I currently have a pair of M Audio BX5A on my desk .... What could I build in the 300 dollar range that could top these ? 300 would be for the drivers and Crossover parts. Could I use the plate amps in each speaker now ? I will power with a small emotiva Amp.


----------



## PlanoDano (Aug 30, 2013)

I have never heard the M Audio units. What is it that you are not satisfied with? Maybe a 5 inch in a small enclosure has excessive boom in the bass on the desktop. I will link you two well regarded published designs along with info of one of my own designs (with help from friends).

Affiliate Parts Express offers the overnight sensations 
http://www.parts-express.com/pe/showdetl.cfm?partnumber=300-706
Well regarded and lots info on other boards.

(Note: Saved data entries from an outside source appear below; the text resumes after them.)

export async function importRegistryCsv(sequelize: Sequelize, actor: Actor, kind: ImportKind, csv: string, dryRun: boolean): Promise<ImportReport> {
  const today = todayInZone(actor.timeZone);
  if (dryRun) {
    const { fileErrors, planned } = await plan(kind, csv, today);
    return report(kind, true, false, fileErrors, planned);
  }
  return sequelize.transaction(async (transaction) => {
    const { fileErrors, planned } = await plan(kind, csv, today, transaction);
    const r = report(kind, false, false, fileErrors, planned);
    if (r.fileErrors.length || r.errorRows > 0) {
      const problems = r.fileErrors.length ? r.fileErrors.join('; ') : `${r.errorRows} of ${r.totalRows} rows have errors`;
      throw new AppError('validation_failed', `Nothing was imported: ${problems}. Fix them and import again.`, 400, undefined, { report: r });
    }
    await apply(kind, planned, actor, transaction);
    await recordAudit(transaction, actor, 'registry.import', entityOf[kind], null, null, {
      kind,
      rows: r.totalRows,
      created: r.created,
      updated: r.updated,
      unchanged: r.unchanged,
    });
    return { ...r, applied: true };
  });
}

// ---------------------------------------------------------------------------------------------
// Export

export function toolsToCsv(tools: Tool[]): string {
  const columns = columnsOf.tools;
  const rows = tools.map((t) => ({
    code: t.code,
    name: t.name,
    brand_code: t.brand.code,
    factory: t.factory.name,
    construction: t.construction,
    mold_class: t.moldClass,
    rated_shots: t.ratedShots,
    rated_shots_source: t.ratedShotsSource,
    cavity_count: t.cavityCount,
    weight_kg: t.weightKg ?? '',
    build_cost: t.buildCostCents === null ? '' : centsToDecimalString(t.buildCostCents, t.currency),
    currency: t.currency,
    build_date: t.buildDate ?? '',
    shot_count: t.shotCount,
    last_run_date: t.lastRunDate ?? '',
    status: t.status,
    storage_location: t.storageLocation ?? '',
    current_revision: t.currentRevision,
    remaining_shots: t.life.remainingShots,
    percent_used: t.life.percentUsed,
    life_band: t.life.band,
    retention_due_on: t.retention.dueOn ?? '',
  }));
  // escapeFormulae: a cell starting with = + - @ is prefixed with ' so spreadsheets do not run it.
  return Papa.unparse({ fields: [...columns], data: rows.map((r) => columns.map((c) => r[c as keyof typeof r])) }, { escapeFormulae: FORMULA_LIKE, newline: '\r\n' });
}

John "Zaph" Krutke has had his "Bargain Mini" on his board for several years now. I haven't built it but I built two other Zaph designs and they both exceeded expectations. 
http://zaphaudio.com/ZBM4.html

My Fountek fr88EX / Dayton ND20-fb-4 on which I got a lot of help with the crossover from Jerome69 sounds great to me. I mounted the drivers in a 2.3 liter box with a 4.6" X 1.125" port tube.


----------



## hjones4841 (Jan 21, 2009)

A Logitech 5.1 system can be had for about $350 or so and will outperform most any desktop monitors. I took out my Logitech 5.1 speakers for a while and put a pair of Audyssey Lower East Side monitors on the desk. Nice, clear sound, well balanced but bass was limited. After a couple of weeks, the Logitech system was put back in service. I listen to Pandora for up to 8 hours a day and do not get listener fatigue with the Logitechs.


----------



## fschris (Oct 31, 2009)

I wanted to try something with a ribbon....maybe I will just buy these

http://shop.emotiva.com/collections/speakers/products/airmotiv5


----------



## fschris (Oct 31, 2009)

I may look at something like this...

http://www.madisoundspeakerstore.co...untek-rm6k-kit-6.5-ribbon-monitor-parts-only/


----------



## PlanoDano (Aug 30, 2013)

Yessir, the fountek are probably very sweet if you have room for a pair of 6.5 on your desktop. Might need to adjust the crossover for desktop use. Better yet if you have room to put them on a pair of stands. Looks like about a .5 ft3 cabinet.


----------



## Carbon13 (Mar 12, 2012)

Surprised no one has suggested the overnight sensations. I built a pair for my desk and absolutely love them. Incredible detail at lower listening levels but they can kick butt too when you want to crank it a bit. And they're widely available now in kits if you don't want to mess around with making sawdust.


----------



## Carbon13 (Mar 12, 2012)

Sorry, I missed Plano's post. 2nd the OS!!


----------



## fschris (Oct 31, 2009)

I actually have an Overnight sensation that I built for a center channel for my HT. It the OS MTM.


----------



## bbm (Oct 1, 2013)

Carbon13 said:


> Surprised no one has suggested the overnight sensations. I built a pair for my desk and absolutely love them. Incredible detail at lower listening levels but they can kick butt too when you want to crank it a bit. And they're widely available now in kits if you don't want to mess around with making sawdust.


interesting, these are quite nice, I might build myself some too !!


----------



## Mike Edwards (Mar 10, 2011)

the overnight sensations and jack of all trades would be great for monitors


----------